*** Block opens ***
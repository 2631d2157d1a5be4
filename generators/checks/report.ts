/** Formatting check results: readable text (one line per check, then a summary) and JSON. */
import type { FileCheckResult } from './check-file.ts';
import { fmt } from './make-check.ts';
import type { Check, CheckStatus } from './types.ts';

export type StatusCounts = Record<CheckStatus, number>;

export function countStatuses(checks: readonly Check[]): StatusCounts {
  const c: StatusCounts = { pass: 0, fail: 0, warn: 0, review: 0, accepted: 0 };
  for (const k of checks) c[k.status]++;
  return c;
}

function show(v: number | string | null, unit: string | null): string {
  if (v === null) return '';
  const s = typeof v === 'number' ? fmt(v) : v;
  return unit ? `${s} ${unit}` : s;
}

/** One line: "FAIL   rmf.rows.sum-le-1  1.2 vs 1.00001: row 5 ... sums to 1.2 > 1". */
export function formatCheckLine(c: Check): string {
  const m = show(c.measured, c.unit);
  const t = show(c.tolerance, c.unit);
  const mt = m && t ? `${m} vs ${t}` : m || (t ? `expected ${t}` : '');
  return `${c.status.toUpperCase().padEnd(6)} ${c.id}${mt ? `  [${mt}]` : ''}  ${c.message}`;
}

export function summaryLine(counts: StatusCounts, total: number): string {
  return `${total} checks: ${counts.pass} pass, ${counts.fail} fail, ${counts.warn} warn, ${counts.review} review${counts.accepted ? `, ${counts.accepted} accepted` : ''}`;
}

export interface FormatOptions {
  /** Show passing checks too (default true). */
  showPassing?: boolean;
}

export function formatReportText(results: readonly FileCheckResult[], opts: FormatOptions = {}): string {
  const lines: string[] = [];
  const all: Check[] = [];
  for (const r of results) {
    lines.push(`${r.fileName} (${r.kind.toUpperCase()})`);
    for (const c of r.checks) if (opts.showPassing !== false || c.status !== 'pass') lines.push(`  ${formatCheckLine(c)}`);
    lines.push(`  ${summaryLine(countStatuses(r.checks), r.checks.length)}`);
    all.push(...r.checks);
  }
  if (results.length > 1) lines.push(`total: ${results.length} files, ${summaryLine(countStatuses(all), all.length)}`);
  return lines.join('\n');
}

export interface CheckReportJson {
  schema: 'kiln/check-report/1';
  files: { fileName: string; kind: FileCheckResult['kind']; counts: StatusCounts; checks: Check[] }[];
  counts: StatusCounts;
}

export function reportJson(results: readonly FileCheckResult[]): CheckReportJson {
  return {
    schema: 'kiln/check-report/1',
    files: results.map((r) => ({ fileName: r.fileName, kind: r.kind, counts: countStatuses(r.checks), checks: r.checks })),
    counts: countStatuses(results.flatMap((r) => r.checks)),
  };
}

/** JSON text with non-finite numbers (NaN measured values) written as null. */
export function formatReportJson(results: readonly FileCheckResult[]): string {
  return JSON.stringify(reportJson(results), (_k, v) => (typeof v === 'number' && !Number.isFinite(v) ? null : v), 2);
}
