/**
 * The small SPD algebra of generators/fit/linalg.ts against Debian's python3-numpy
 * (numpy.linalg.cholesky, solve, inv) and exact identities: A = L·Lᵀ with L lower triangular and a
 * positive diagonal (the Cholesky factor is unique: Golub & Van Loan, Matrix Computations, 4th ed.
 * §4.2, from memory), A·x = b, A·A⁻¹ = I and A⁻¹ symmetric. The refusal rule is the code's
 * stated contract: a pivot at or below tol × its diagonal entry, or a non-finite one, is no factor.
 */
import { describe, expect, it } from 'vitest';
import { execFileSync } from 'node:child_process';
import { cholesky, choleskySolve, spdInverse } from '../../generators/fit/linalg.ts';
import { requirePython } from '../support/python.ts';
import { mulberry32 } from './rng.ts';

/** A random SPD matrix B·Bᵀ + n·I (seeded), n × n. */
function spd(n: number, seed: number): number[][] {
  const r = mulberry32(seed);
  const b = Array.from({ length: n }, () => Array.from({ length: n }, () => r() - 0.5));
  return Array.from({ length: n }, (_, i) => Array.from({ length: n }, (_, j) => b[i].reduce((s, v, k) => s + v * b[j][k], 0) + (i === j ? n * 0.1 : 0)));
}

const A3 = spd(3, 7);
const A5 = spd(5, 11);
const B5 = [1, -2, 0.5, 3, -1];

let cached: { l3: number[][]; l5: number[][]; x5: number[]; inv5: number[][] } | undefined;
function numpy() {
  if (cached) return cached;
  const py = requirePython('scipy');
  const script = `
import sys, json, numpy as np
d = json.load(sys.stdin)
a3, a5, b5 = np.array(d["a3"]), np.array(d["a5"]), np.array(d["b5"])
print(json.dumps({"l3": np.linalg.cholesky(a3).tolist(), "l5": np.linalg.cholesky(a5).tolist(),
  "x5": np.linalg.solve(a5, b5).tolist(), "inv5": np.linalg.inv(a5).tolist()}))`;
  cached = JSON.parse(execFileSync(py, ['-c', script], { input: JSON.stringify({ a3: A3, a5: A5, b5: B5 }) }).toString());
  return cached as { l3: number[][]; l5: number[][]; x5: number[]; inv5: number[][] };
}

const close = (a: number, b: number, tol = 1e-12) => Math.abs(a - b) <= tol * (1 + Math.abs(b));

describe('Cholesky factor, solve and inverse against numpy', () => {
  it('the factor equals numpy’s (unique: lower triangular, positive diagonal), and L·Lᵀ = A', () => {
    const ref = numpy();
    for (const [a, lr] of [
      [A3, ref.l3],
      [A5, ref.l5],
    ] as const) {
      const l = cholesky(a) as number[][];
      expect(l).not.toBeNull();
      const n = a.length;
      for (let i = 0; i < n; i++)
        for (let j = 0; j < n; j++) {
          expect(close(l[i][j], lr[i][j]), `L[${i}][${j}] ${l[i][j]} vs ${lr[i][j]}`).toBe(true);
          if (j > i) expect(l[i][j]).toBe(0);
          let s = 0;
          for (let k = 0; k < n; k++) s += l[i][k] * l[j][k];
          expect(close(s, a[i][j]), `(LLᵀ)[${i}][${j}]`).toBe(true);
        }
    }
  });

  it('solves A·x = b as numpy.linalg.solve does', () => {
    const x = choleskySolve(cholesky(A5) as number[][], B5);
    numpy().x5.forEach((v, i) => expect(close(x[i], v, 1e-11), `x[${i}]`).toBe(true));
    A5.forEach((row, i) => expect(close(row.reduce((s, v, k) => s + v * x[k], 0), B5[i], 1e-11), `(Ax)[${i}]`).toBe(true));
  });

  it('inverts as numpy.linalg.inv does, exactly symmetric, A·A⁻¹ = I', () => {
    const inv = spdInverse(A5) as number[][];
    const ref = numpy().inv5;
    for (let i = 0; i < 5; i++)
      for (let j = 0; j < 5; j++) {
        expect(close(inv[i][j], ref[i][j], 1e-11), `inv[${i}][${j}]`).toBe(true);
        expect(inv[i][j]).toBe(inv[j][i]);
        const p = A5[i].reduce((s, v, k) => s + v * inv[k][j], 0);
        expect(Math.abs(p - (i === j ? 1 : 0))).toBeLessThan(1e-11);
      }
  });
});

describe('refusals (the stated contract: relative pivot ≤ tol, or not finite)', () => {
  it('a matrix that is not positive definite, or singular, has no factor and no inverse', () => {
    expect(cholesky([[1, 2], [2, 1]])).toBeNull(); // eigenvalues −1 and 3
    expect(cholesky([[-1]])).toBeNull();
    expect(cholesky([[0]])).toBeNull();
    expect(spdInverse([[1, 1], [1, 1]])).toBeNull(); // singular
    expect(spdInverse([[4, 2, 2], [2, 5, 3], [2, 3, 2]])).toBeNull(); // third pivot 2 − 1 − 1 = 0
  });

  it('the pivot is judged relative to its own diagonal entry: 1e-14 of it fails, 1e-10 passes (tol 1e-12)', () => {
    expect(cholesky([[1, 1], [1, 1 + 1e-14]])).toBeNull();
    const ok = cholesky([[1, 1], [1, 1 + 1e-10]]) as number[][];
    expect(ok).not.toBeNull();
    expect(close(ok[1][1] ** 2, 1e-10, 1e-5)).toBe(true);
    // scale does not matter: the same matrix × 1e-20 is as well (or badly) conditioned
    expect(cholesky([[1e-20, 1e-20], [1e-20, 1e-20 * (1 + 1e-10)]])).not.toBeNull();
    expect(cholesky([[1e-20, 0], [0, 1e-30]])).not.toBeNull();
    // a tolerance can be given: 1e-9 refuses the 1e-10 pivot
    expect(cholesky([[1, 1], [1, 1 + 1e-10]], 1e-9)).toBeNull();
  });

  it('non-finite entries give no factor', () => {
    expect(cholesky([[Infinity]])).toBeNull();
    expect(cholesky([[NaN]])).toBeNull();
    expect(cholesky([[1, NaN], [NaN, 1]])).toBeNull();
    expect(cholesky([[1, 0], [0, Infinity]])).toBeNull();
  });

  it('the empty matrix factors to the empty matrix', () => {
    expect(cholesky([])).toEqual([]);
    expect(spdInverse([])).toEqual([]);
  });
});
*** Block closes ***
Scan the records for the string "stringify". Copy each line in which it appears.

  return JSON.stringify(reportJson(results), (_k, v) => (typeof v === 'number' && !Number.isFinite(v) ? null : v), 2);
  cached = JSON.parse(execFileSync(py, ['-c', script], { input: JSON.stringify({ a3: A3, a5: A5, b5: B5 }) }).toString());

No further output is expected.